Since its approval, we have had 3 patients with carcinoid syndrome symptoms refractory to SSA therapy where telotristat ethyl was prescribed. In all 3 instances, they had sudden onset of chest pain and hypertension that would be rated as grade 3 on the Common Terminology Criteria for Adverse Events version 4.0. In the first instance, the patient was a 67-year-old male and had taken the medication for 4 days. The second patient was a 55-year-old woman where symptoms started 3 days after initiation of the drug and again was associated with grade 3 hypertension. Her symptoms of diarrhea, which were in the range of 10 to 16 bowel movements a day, had significantly decreased to only 2 to 3 a day. Furthermore, the quality of life was better owing to less flushing episodes. However, the appearance of chest pain prompted discontinuation of the drug. In the third instance, this was noted a month later of the patient being prescribed the standard dose of 250 mg thrice a day. The patient apparently was only using the last week of monthly cycle of SSA and was on it for 7 days when he developed chest pain and worsening of underlying hypertension.

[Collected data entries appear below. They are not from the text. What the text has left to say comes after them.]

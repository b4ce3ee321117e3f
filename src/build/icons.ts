/** Draws assets/icon-*.png from the SVG sources. Run by hand after a change: `npx tsx src/build/icons.ts`. */
import { readFileSync } from "node:fs";
import { join } from "node:path";
import { chromium } from "playwright-core";

const assets = join(import.meta.dirname, "../../assets");

/** The small drawing sits on the grid of 16 pixels, where the other would blur. */
const DRAWINGS = { 16: "icon-small.svg", 32: "icon.svg", 64: "icon.svg", 80: "icon.svg" };

const browser = await chromium.launch({
  executablePath: process.env.CHROMIUM_PATH ?? "/usr/bin/chromium",
  args: ["--no-sandbox", "--disable-gpu", "--disable-background-networking"],
});
try {
  for (const [size, drawing] of Object.entries(DRAWINGS)) {
    const page = await browser.newPage({ viewport: { width: Number(size), height: Number(size) } });
    const svg = readFileSync(join(assets, drawing), "utf8");
    await page.setContent(`<style>body{margin:0}svg{display:block;width:100vw;height:100vh}</style>${svg}`);
    await page.screenshot({ path: join(assets, `icon-${size}.png`), omitBackground: true });
    await page.close();
  }
} finally {
  await browser.close();
}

Looking back at the initial studies using the telotristat ethyl including the clinical trial published, there was only 1 report of a patient with grade 3 hypertension, but no reports of chest pain.4 There were 3 additional patients who also developed hypertension during treatment.
Postmarketing ongoing surveillance would be important to see if this is seen in other patients. Development of high blood pressure or worsening of underlying hypertension may be an early sign to monitor in the first several days of being prescribed the medication in patients with carcinoid syndrome.